» What you are asked to do
Each line of the data below that holds the word "when" is to be reported in full.

[Saved entries]
* * *

#!/usr/bin/python3
"""Reference values for the learners on wide data (more feature columns than rows), from scikit-learn.

Run with Debian's interpreter and packages (python3-sklearn, python3-numpy), not a virtualenv:

    /usr/bin/python3 scripts/reference/sklearn_wide.py           # rewrite the data and the JSON
    /usr/bin/python3 scripts/reference/sklearn_wide.py --check   # compare with the committed files

Data (generated here, written to fixtures/reference/wide/, seeded with numpy's legacy RandomState so
that a rerun gives the same bytes): `binary` has 150 rows x 500 feature columns, `three` 150 x 400
in three classes; the class of row i is i mod classes; the first INFORMATIVE columns carry the
class (class centres drawn once as 0.6 * standard normal), every value adds standard normal noise;
values written with 4 decimals.

For each set:
  1. a fixed split: the first TRAIN_ROWS rows train, the rest test. Pipeline(StandardScaler(), model)
     with LogisticRegression(C=1, tol=1e-10, max_iter=100000) and LinearDiscriminantAnalysis(
     solver="lsqr", shrinkage="auto"); predict_proba of the test rows is recorded; and
     LinearSVC(loss="hinge", dual=True, C=1, tol=1e-8, max_iter=1000000, random_state=0), whose
     decision_function of the test rows is recorded (one-vs-rest for three classes);
  2. learning curves with headroom's design: RepeatedStratifiedKFold(5 folds, 10 repeats,
     random_state=0); in each training fold, for each of 8 geometric sizes from 10% of the training
     pool (as scripts/reference/sklearn_learning_curve.py computes them), a stratified subsample of
     that size (StratifiedShuffleSplit(n_splits=1, train_size=size), seeded per fold and size from
     RandomState(SUBSAMPLE_SEED); the whole fold at the largest size), as headroom's nested
     stratified subsamples are stratified (learning_curve's are not, which on 9 to 30 rows changes
     the mean accuracy by several points), for Pipeline(SimpleImputer(median), StandardScaler(),
     model) with LogisticRegression(C=1) and the same LDA; the mean held-out accuracy at each size,
     and the splits themselves (test rows, and the training rows at each size), so that a test can
     fit headroom's learners on exactly the same rows.

`--check` recomputes everything and exits 1 when the data files differ or a number drifts by more
than CHECK_TOLERANCE (relative to max(1, |value|)); it prints one line.
"""

import argparse
import datetime
import json
import math
import os
import sys
import warnings

import numpy as np
import sklearn
from sklearn.discriminant_analysis import LinearDiscriminantAnalysis
from sklearn.impute import SimpleImputer
from sklearn.linear_model import LogisticRegression
from sklearn.model_selection import RepeatedStratifiedKFold, StratifiedShuffleSplit
from sklearn.pipeline import make_pipeline
from sklearn.preprocessing import StandardScaler
from sklearn.svm import LinearSVC

from _drift import exit_with_check, largest_difference, read_json

ROOT = os.path.dirname(os.path.dirname(os.path.dirname(os.path.abspath(__file__))))
DATA_DIR = os.path.join(ROOT, "fixtures", "reference", "wide")
OUTPUT = os.path.join(ROOT, "fixtures", "reference", "sklearn-wide.json")
SETS = {"binary": (150, 500, 2, 11), "three": (150, 400, 3, 12)}
INFORMATIVE = 20
TRAIN_ROWS = 100
FOLDS = 5
REPEATS = 10
SIZE_COUNT = 8
CHECK_TOLERANCE = 1e-6
SUBSAMPLE_SEED = 20261203


def generate(rows, columns, classes, seed):
    random = np.random.RandomState(seed)
    centres = np.zeros((classes, columns))
    centres[:, :INFORMATIVE] = 0.6 * random.standard_normal((classes, INFORMATIVE))
    y = np.arange(rows) % classes
    X = centres[y] + random.standard_normal((rows, columns))
    X = np.round(X, 4)
    header = ",".join([f"x{j}" for j in range(columns)] + ["class"])
    lines = [header] + [",".join([f"{v:.4f}" for v in X[i]] + [f"c{y[i]}"]) for i in range(rows)]
    return X, y, "\n".join(lines) + "\n"


def js_round(x):
    """JavaScript's Math.round: halves rounded up."""
    return int(math.floor(x + 0.5))


def geometric_sizes(smallest, largest, count=SIZE_COUNT):
    """headroom's geometricSizes (src/curve/sizes.ts), transcribed."""
    sizes = []
    for i in range(count):
        size = js_round(smallest * (largest / smallest) ** (i / (count - 1)))
        if not sizes or size > sizes[-1]:
            sizes.append(size)
    return sizes


def lda():
    return LinearDiscriminantAnalysis(solver="lsqr", shrinkage="auto")


def one_set(X, y):
    train, test = slice(0, TRAIN_ROWS), slice(TRAIN_ROWS, None)
    logistic = make_pipeline(StandardScaler(), LogisticRegression(C=1.0, tol=1e-10, max_iter=100000)).fit(X[train], y[train])
    discriminant = make_pipeline(StandardScaler(), lda()).fit(X[train], y[train])
    svm = make_pipeline(
        StandardScaler(), LinearSVC(loss="hinge", dual=True, C=1.0, tol=1e-8, max_iter=1000000, random_state=0)
    ).fit(X[train], y[train])
    svm_scores = svm.decision_function(X[test])
    pool = len(y) - math.ceil(len(y) / FOLDS)
    sizes = geometric_sizes(0.1 * pool, pool)
    seeds = np.random.RandomState(SUBSAMPLE_SEED)
    splits = []
    for fold_train, fold_test in RepeatedStratifiedKFold(n_splits=FOLDS, n_repeats=REPEATS, random_state=0).split(X, y):
        subsets = []
        for size in sizes:
            seed = int(seeds.randint(2**31 - 1))
            if size >= len(fold_train):
                subsets.append(fold_train)
                continue
            pick, _ = next(StratifiedShuffleSplit(n_splits=1, train_size=size, random_state=seed).split(X[fold_train], y[fold_train]))
            subsets.append(fold_train[pick])
        splits.append((subsets, fold_test))
    recorded = [{"test": fold_test.tolist(), "subsets": [subset.tolist() for subset in subsets]} for subsets, fold_test in splits]
    curves = {}
    for name, make in [("logistic", lambda: LogisticRegression(C=1.0)), ("lda", lda)]:
        scores = np.zeros((len(sizes), len(splits)))
        for f, (subsets, fold_test) in enumerate(splits):
            for s, subset in enumerate(subsets):
                estimator = make_pipeline(SimpleImputer(strategy="median"), StandardScaler(), make())
                with warnings.catch_warnings():
                    warnings.simplefilter("ignore")
                    estimator.fit(X[subset], y[subset])
                scores[s, f] = estimator.score(X[fold_test], y[fold_test])
        curves[name] = scores.mean(axis=1).tolist()
    return {
        "trainRows": TRAIN_ROWS,
        "logisticProbabilities": logistic.predict_proba(X[test]).tolist(),
        "ldaProbabilities": discriminant.predict_proba(X[test]).tolist(),
        "svmScores": (svm_scores[:, None] if svm_scores.ndim == 1 else svm_scores).tolist(),
        "trainingSizes": sizes,
        "meanScores": curves,
        "splits": recorded,
    }


def run():
    data, results = {}, {}
    for name, (rows, columns, classes, seed) in SETS.items():
        X, y, text = generate(rows, columns, classes, seed)
        data[name] = text
        results[name] = one_set(X, y)
    return data, {
        "source": "scikit-learn 1.2 from Debian python3-sklearn",
        "command": "/usr/bin/python3 scripts/reference/sklearn_wide.py",
        "generated": datetime.date.today().isoformat(),
        "versions": {"python": sys.version.split()[0], "sklearn": sklearn.__version__, "numpy": np.__version__},
        "data": {name: f"fixtures/reference/wide/{name}.csv" for name in SETS},
        "sets": results,
    }


def main():
    parser = argparse.ArgumentParser(description=__doc__.splitlines()[0])
    parser.add_argument("--check", action="store_true")
    args = parser.parse_args()
    data, fresh = run()
    if args.check:
        for name, text in data.items():
            with open(os.path.join(DATA_DIR, f"{name}.csv")) as handle:
                if handle.read() != text:
                    print(f"sklearn_wide: fixtures/reference/wide/{name}.csv differs from a fresh generation")
                    sys.exit(1)
        committed = read_json(OUTPUT)
        exit_with_check("sklearn_wide", largest_difference([(fresh["sets"], committed["sets"])], True), CHECK_TOLERANCE)
    os.makedirs(DATA_DIR, exist_ok=True)
    for name, text in data.items():
        with open(os.path.join(DATA_DIR, f"{name}.csv"), "w") as handle:
            handle.write(text)
    with open(OUTPUT, "w") as handle:
        json.dump(fresh, handle, indent=1)
        handle.write("\n")
    print(f"sklearn_wide: wrote {os.path.relpath(OUTPUT, ROOT)} and {len(data)} data files")


if __name__ == "__main__":
    main()
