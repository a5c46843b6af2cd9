#!/usr/bin/python3
"""Reference minima for headroom's L-BFGS (src/numerics/lbfgs.ts), computed with SciPy's L-BFGS-B.

Run with Debian's interpreter and packages (python3-scipy, python3-numpy), not a virtualenv:

    /usr/bin/python3 scripts/reference/scipy_lbfgs.py           # rewrite the JSON
    /usr/bin/python3 scripts/reference/scipy_lbfgs.py --check   # compare with the committed JSON

Problems: the Rosenbrock function (scipy.optimize.rosen, with its gradient rosen_der) in 2 dimensions
from the classical start (-1.2, 1) (Moré, Garbow and Hillstrom 1981, "Testing unconstrained
optimization software", ACM TOMS 7(1), problem 1), and in 10 dimensions (the chained form SciPy
implements) from (-1.2, 1, -1.2, 1, ...). Both have their minimum 0 at (1, ..., 1).
scipy.optimize.minimize(method="L-BFGS-B", jac=rosen_der, options={"gtol": 1e-10, "ftol": 0,
"maxcor": 10, "maxiter": 10000}) records the solution, the value there and the largest gradient entry.

`--check` exits with status 1 when a number differs from the committed file by more than 1e-8 *
max(1, |committed|).
"""

import argparse
import datetime
import os
import sys

import numpy as np
import scipy
from scipy.optimize import minimize, rosen, rosen_der

from _drift import exit_with_check, largest_difference, read_json, write_json

HERE = os.path.dirname(os.path.abspath(__file__))
OUT = os.path.join(HERE, "..", "..", "fixtures", "reference", "scipy-lbfgs.json")
OPTIONS = {"gtol": 1e-10, "ftol": 0, "maxcor": 10, "maxiter": 10000}


def solve(dimension):
    start = np.array([-1.2 if i % 2 == 0 else 1.0 for i in range(dimension)])
    result = minimize(rosen, start, jac=rosen_der, method="L-BFGS-B", options=OPTIONS)
    return {
        "start": start.tolist(),
        "solution": result.x.tolist(),
        "value": float(result.fun),
        "largestGradient": float(np.abs(rosen_der(result.x)).max()),
        "iterations": int(result.nit),
    }


def compute():
    return {
        "source": "SciPy L-BFGS-B from Debian python3-scipy",
        "command": "/usr/bin/python3 scripts/reference/scipy_lbfgs.py",
        "generated": datetime.date.today().isoformat(),
        "versions": {"python": sys.version.split()[0], "scipy": scipy.__version__, "numpy": np.__version__},
        "function": "scipy.optimize.rosen: sum(100 (x[i+1] - x[i]^2)^2 + (1 - x[i])^2)",
        "settings": OPTIONS,
        "problems": {"rosenbrock2": solve(2), "rosenbrock10": solve(10)},
    }


def main():
    parser = argparse.ArgumentParser()
    parser.add_argument("--check", action="store_true")
    args = parser.parse_args()
    result = compute()
    if args.check:
        committed = read_json(OUT)
        pairs = [
            (result["problems"][name][key], committed["problems"][name][key])
            for name in committed["problems"]
            for key in ["solution", "value"]
        ]
        exit_with_check("scipy-lbfgs", largest_difference(pairs, relative=True), 1e-8)
    write_json(OUT, result)
    print(f"wrote {os.path.relpath(OUT)}")


if __name__ == "__main__":
    main()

* * *

» Answer section
`--check` recomputes everything and exits 1 when the data files differ or a number drifts by more
`--check` exits with status 1 when a number differs from the committed file by more than 1e-8 *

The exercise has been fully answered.